Review The Birkenau Scrolls Madalena Barata joserodriguessantos March 14, 2023

Review The Birkenau Scrolls Madalena Barata

Madalena Barata, vice-president Luso Portuguese Association for Israel

Luso Portuguese Association for Israel

 “It seems fiction has found a new subject: The Holocaust. I, like many people, and even the author as we shall see, felt some reluctance in seeing this subject dealt in a novel. Fiction demands freedom of imagination, but in this case, it requires a respect for unimaginable facts.

In The Magician of Auschwitz we access the Nazi doctrinaire basis. Just like Hannah Arendt, José Rodrigues dos Santos thrives to provide an explanation for the absurd and tragic practice of evil carried out by common people, but without excusing them.
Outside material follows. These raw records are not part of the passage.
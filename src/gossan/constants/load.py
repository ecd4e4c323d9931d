"""The table of constants: the program's own, with a user's file over it."""

from __future__ import annotations

import re
import tomllib
from functools import lru_cache
from pathlib import Path

from gossan.base.errors import Fault, InputError
from gossan.base.notation import normal_ion
from gossan.base.wrong import did_you_mean
from gossan.constants.document import KEYS, Document, Entry
from gossan.constants.entries import Table
from gossan.constants.find import UnknownName, find, find_mineral
from gossan.constants.interactions import SECTION, read_interactions
from gossan.constants.records import MAKERS, read_published
from gossan.constants.reduce import Faulty, Reducer

__all__ = ["UnknownName", "find", "find_mineral", "load_table"]

BUILT_IN = ("sources", "components", "species", "minerals", "gases", "interactions")


def load_table(extra: Path | None = None, text: str | None = None) -> Table:
    """Read the program's constants, and a user's own file of the same form over them.

    text     the content of that file, where it is at hand already
    extra    a TOML file whose entries are added, or replace whole entries of the same name
    Returns  the table; without extra always the same one
    Raises   InputError that lists every fault: a reaction that does not balance in charge and elements, a
             term or source that is not there, a missing uncertainty, a name used twice

    >>> load_table().minerals["gypsum"].reaction.water
    2.0
    """
    return _built_in() if extra is None else _assembled((*_own_documents(), _user_document(extra, text)))


@lru_cache(maxsize=1)
def _built_in() -> Table:
    return _assembled(_own_documents())


@lru_cache(maxsize=1)
def _own_documents() -> tuple[Document, ...]:
    folder = Path(__file__).parent
    return tuple(_document(folder / f"{name}.toml", f"{name}.toml") for name in BUILT_IN)


def _user_document(path: Path, text: str | None) -> Document:
    try:
        return _document(path, str(path), text)
    except OSError as error:
        reason = error.strerror or "cannot be read"
        raise InputError([Fault(str(path), 0, "", f"cannot be read ({reason})")]) from None
    except UnicodeDecodeError:
        raise InputError([Fault(str(path), 0, "", "is not text in UTF-8")]) from None
    except tomllib.TOMLDecodeError as error:
        at = re.search(r"at line (\d+)", str(error))
        hint = 'names that hold ^, ( or · stand in quotes, like [species."CaOH^+"]'
        fault = Fault(str(path), int(at[1]) if at else 0, "", f"is not TOML ({error})", hint)
        raise InputError([fault]) from None


def _document(path: Path, shown: str, text: str | None = None) -> Document:
    if text is None:
        text = path.read_text(encoding="utf-8")
    return Document(shown, text, tomllib.loads(text))


def _assembled(documents: tuple[Document, ...]) -> Table:
    """Merge the documents, check every entry, reduce every reaction."""
    faults: list[Fault] = []
    entries: dict[str, dict[str, Entry]] = {kind: {} for kind in KEYS}
    sources: dict[str, str] = {}
    for document in documents:
        _merge_sources(document, sources, faults)
        _merge_entries(document, entries, faults)
    _check_names(entries)
    table = _records(entries, sources, faults)
    known = {*entries["components"], *entries["species"]}
    for document in documents:
        table.interactions.update(read_interactions(document, known, sources, faults))
    if faults:
        raise InputError(faults)
    return table


def _merge_sources(document: Document, sources: dict[str, str], faults: list[Fault]) -> None:
    def fault(key: str, wrong: str, right: str) -> None:
        line = document.line_of("sources", "", key)
        faults.append(Fault(document.file, line, f"sources.{key}" if key else "sources", wrong, right))

    found = document.tables.get("sources", {})
    if not isinstance(found, dict):
        fault("", "is no section", "write [sources] and a line for each key")
        return
    for key, text in found.items():
        if not isinstance(text, str) or not text.strip():
            fault(key, "is no text", "write author, year and journal in quotes")
        elif key in sources:
            fault(key, "is a source of the table already", "choose another key")
        else:
            sources[key] = text


def _merge_entries(document: Document, entries: dict[str, dict[str, Entry]], faults: list[Fault]) -> None:
    sections = (*KEYS, SECTION, "sources")
    for kind, found in document.tables.items():
        if kind != "sources" and (kind not in sections or not isinstance(found, dict)):
            right = did_you_mean(kind, sections, quote="")
            wrong = "is no section of a constants file"
            faults.append(Fault(document.file, document.line_of(kind), kind, wrong, right))
            continue
        for name, keys in found.items() if kind in KEYS else ():
            entry = Entry(kind, name, keys if isinstance(keys, dict) else {}, document, faults)
            entries[kind][name] = entry


def _check_names(entries: dict[str, dict[str, Entry]]) -> None:
    """Note names that are not in the normal form, and names that two entries claim."""
    for kind in ("components", "species", "gases"):
        for name, entry in entries[kind].items():
            try:
                normal = normal_ion(name)
            except ValueError as error:
                entry.fault("", str(error))
                continue
            if normal != name:
                entry.fault("", "is not the plain form of the name", f"write {normal}")
            elif kind == "species" and (name in entries["components"] or name in ("H2O", "e^-")):
                entry.fault("", "is a component already; it cannot be a species too")
    claimed = {name.casefold(): entry for name, entry in entries["minerals"].items()}
    for name, entry in entries["minerals"].items():
        for alias in entry.names("also_called"):
            other = claimed.setdefault(alias.casefold(), entry)
            if other is not entry:
                entry.fault("also_called", f"holds '{alias}', which means {other.name} already")
        if claimed[name.casefold()] is not entry:
            entry.fault("", f"is also the name of {claimed[name.casefold()].name}")


def _records(entries: dict[str, dict[str, Entry]], sources: dict[str, str], faults: list[Fault]) -> Table:
    published = {}
    for kind, named in entries.items():
        for name, entry in named.items():
            entry.check_keys()
            published[kind, name] = read_published(entry, sources)
    reducer = Reducer(entries, published)
    table = Table(sources=sources)
    for kind, named in entries.items():
        records = getattr(table, kind)
        for name, entry in named.items():
            try:
                record = MAKERS[kind](entry, published[kind, name], reducer, sources)
            except Faulty:
                continue
            records[name] = record
    return table
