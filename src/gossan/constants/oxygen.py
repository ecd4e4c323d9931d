"""How much oxygen water takes up from the air."""

from __future__ import annotations

from math import exp

# ln of umol/kg against 1/T, for fresh water under air at 1 atm that is saturated with water vapour; stated
# uncertainty 0.1 %; from memory
_BENSON_KRAUSE = (-135.29996, 1.572288e5, -6.637149e7, 1.243678e10, -8.621061e11)


def air_saturated(temperature: float) -> float:
    """Dissolved oxygen of fresh water under air at 1 atm, mol per kg of water (equations.md, 62).

    temperature  K
    Valid    0 to 40 degC, fresh water at sea level; salt and height take from it (1 % per 100 m)
    Source   Benson & Krause (1984), Limnol. Oceanogr. 29, 620-632, from memory

    >>> round(1e3 * 31.998 * air_saturated(293.15), 2)
    9.11
    """
    inverse = 1.0 / temperature
    above = 0.0
    for coefficient in reversed(_BENSON_KRAUSE):
        above = above * inverse + coefficient
    return 1e-6 * exp(above)
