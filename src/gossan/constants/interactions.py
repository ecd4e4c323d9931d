"""Interaction coefficients of ions, read from a constants file and checked."""

from __future__ import annotations

from collections.abc import Collection

from gossan.base.errors import Fault
from gossan.base.notation import charge_of, normal_ion
from gossan.base.wrong import Wrong, did_you_mean
from gossan.constants.document import Document, read_constant
from gossan.constants.entries import Interaction

SECTION, HOLDS = "interactions", "holds"
BACKGROUND = ("ClO4^-",)  # ions of the salts in which constants are measured; no water here holds them
UNIT = "kg/mol"


def read_interactions(
    document: Document, known: Collection[str], sources: dict[str, str], faults: list[Fault]
) -> dict[tuple[str, str], Interaction]:
    """Read the pairs of a file, `"Na^+/Cl^-" = {value, sd, source, seen, note, holds}`, and list faults.

    known  names of components and species, the ions that a pair may be made of beside BACKGROUND
    """
    found = document.tables.get(SECTION, {})
    made: dict[tuple[str, str], Interaction] = {}
    for pair, number in found.items() if isinstance(found, dict) else ():
        try:
            first, second = _ions(pair, known)
            holds = _complexes(number, known)
            bare = {key: part for key, part in number.items() if key != HOLDS} if holds else number
            coefficient = read_constant(bare, sources, 1.0, UNIT, sd_needed=True)
        except Wrong as wrong:
            line = document.line_of(SECTION, "", pair)
            faults.append(Fault(document.file, line, f"{SECTION}.{pair}", wrong.wrong, wrong.right))
            continue
        made[first, second] = Interaction(first, second, coefficient, holds)
    return made


def _complexes(number: object, known: Collection[str]) -> tuple[str, ...]:
    """The complexes that a coefficient says it holds."""
    names = number.get(HOLDS, []) if isinstance(number, dict) else []
    if not isinstance(names, list):
        raise Wrong(f"has {HOLDS} = {names!r}", 'write a list of complexes: ["NaSO4^-"]')
    for name in names:
        if name not in known:
            raise Wrong(f"holds {name}, which the table lacks", did_you_mean(str(name), known, quote=""))
    return tuple(names)


def _ions(pair: str, known: Collection[str]) -> tuple[str, str]:
    """Both ions of a pair; the cation or the neutral species stands first, so that no pair comes twice."""
    ions = pair.split("/")
    if len(ions) != 2:
        raise Wrong("is no pair of ions", "write the cation, a slash, the anion: Na^+/Cl^-")
    for ion in ions:
        try:
            normal = normal_ion(ion)
        except ValueError as error:
            raise Wrong(f"is no pair of ions ({error})", "write it like Na^+/Cl^-") from None
        if normal != ion:
            raise Wrong("is not the plain form of the pair", f"write {normal} for '{ion}'")
        if ion not in known and ion not in BACKGROUND:
            raise Wrong(f"names {ion}, which the table lacks", did_you_mean(ion, known, quote=""))
    first, second = ions
    charges = charge_of(first), charge_of(second)
    if charges[0] * charges[1] > 0:
        raise Wrong("are ions of one sign", "in this law only ions of opposite sign interact")
    if charges == (0, 0):
        raise Wrong("are two neutral species", "in this law a neutral species interacts with ions")
    if charges[0] < 0 or charges[1] == 0:
        raise Wrong("stands the wrong way round", f"write {second}/{first}: the cation or the neutral first")
    return first, second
In The Scrolls of Birkenau we face daily life in a death camp: death lurking at every moment, hunger, cold, mud. These are pages of suffering without tears in which we read the absurd of the extermination of the Jews. I actually advise readers to start at the Final Note of  The Scrolls of Birkenau, where the author uses certified information to show that the Sonderkommando members are real people and not fictional ones. The reason they managed to withstand their experiences to the limit, was because they hoped to share what they had seen, and name those who died.

These two novels accomplish what Kafka demanded from literature: “We should only read books that bite us”. Before reading these novels, for me José Rodrigues dos Santos was a journalist who wrote books. From now on he is a writer who is also a journalist.”